Ensure first you have a proper TT-Metal installation. (Optional check: python -c "import tt_lib").

vLLM can be install from the TT fork over at https://github.com/tenstorrent/vllm/tree/dev (make sure you're at dev branch).

Please follow the README from vLLM for the latest instructions on how to build vLLM.

Running the vLLM server

To run a vLLM server on a Galaxy system with Llama-3.3-70B you can execute the following command:

VLLM_RPC_TIMEOUT=900000 python examples/server_example_tt.py --model "meta-llama/Llama-3.3-70B-Instruct" --override_tt_config '{"dispatch_core_axis": "col", "sample_on_device_mode": "all", "fabric_config": "FABRIC_1D_RING", "worker_l1_size": 1344544, "trace_region_size": 184915840}' --num_scheduler_steps 30

After the server is up and running you can interact with it by sending prompt files.

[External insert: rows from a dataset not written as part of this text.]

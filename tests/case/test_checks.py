"""Contradictions between keys, each with the sentence a user reads. The sentences were reviewed by eye."""

# ruff: noqa: E501
# The sentences stand as a user reads them.

import pytest

from axicfd.case.model import Case
from axicfd.case.read import load
from axicfd.errors import InputError
from tests.case.samples import BASE, changed, mistakes_in, without

AIR = """\
[stream.gas]
fluid = "air"
inlet_temperature = "20 degC"
reynolds = 500
[[layer]]
stream = "gas"
diameter = "4 mm"
[[section]]
length = "1 m"
outside = { insulated = true }
"""

HEATER = '{ heat_flux = "2 kW/m^2", film_coefficient = "10 W/m^2/K", ambient = "20 degC" }'
PLATE = '{ temperature = "60 degC", contact_resistance = "1e-4 m^2 K/W" }'


def heater(outside: str) -> str:
    return changed((HEATER, outside))
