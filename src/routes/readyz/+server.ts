import { answersReads, reader } from '$lib/server/db/client';
import { env } from '$lib/server/env';
import { text } from '@sveltejs/kit';
import { constants } from 'node:fs';
import { access } from 'node:fs/promises';
import type { RequestHandler } from './$types';

/** The database answers, its tables are there and the data folder can be written to. */
export const GET: RequestHandler = async () => {
	const [tables, folder] = await Promise.allSettled([
		answersReads(reader),
		access(env.DATA_DIR, constants.W_OK)
	]);
	const ready = tables.status === 'fulfilled' && tables.value && folder.status === 'fulfilled';
	return ready ? text('ready') : text('not ready', { status: 503 });
};
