import { redirect } from '@sveltejs/kit';
import { signOut } from '../../../auth';
import type { Actions, PageServerLoad } from './$types';

export const load: PageServerLoad = ({ locals }) => ({ name: locals.user?.name ?? null });

export const actions: Actions = {
	default: async (event) => {
		await signOut(event);
		redirect(303, '/');
	}
};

For convenience you can use the official tt-inference-server and run the following command:

export HF_MODEL_REPO_ID='meta-llama/Llama-3.3-70B-Instruct'

cd tt-inference-server/vllm-tt-metal-llama3/src
python example_requests_client.py --num_concurrent 32 --prompt_json_path "vllm_server_prompts.json"

You can find an example server_prompts file in tt-metal at models/demos/llama3_70b_galaxy/demo/sample_prompts/vllm_server_prompts.json.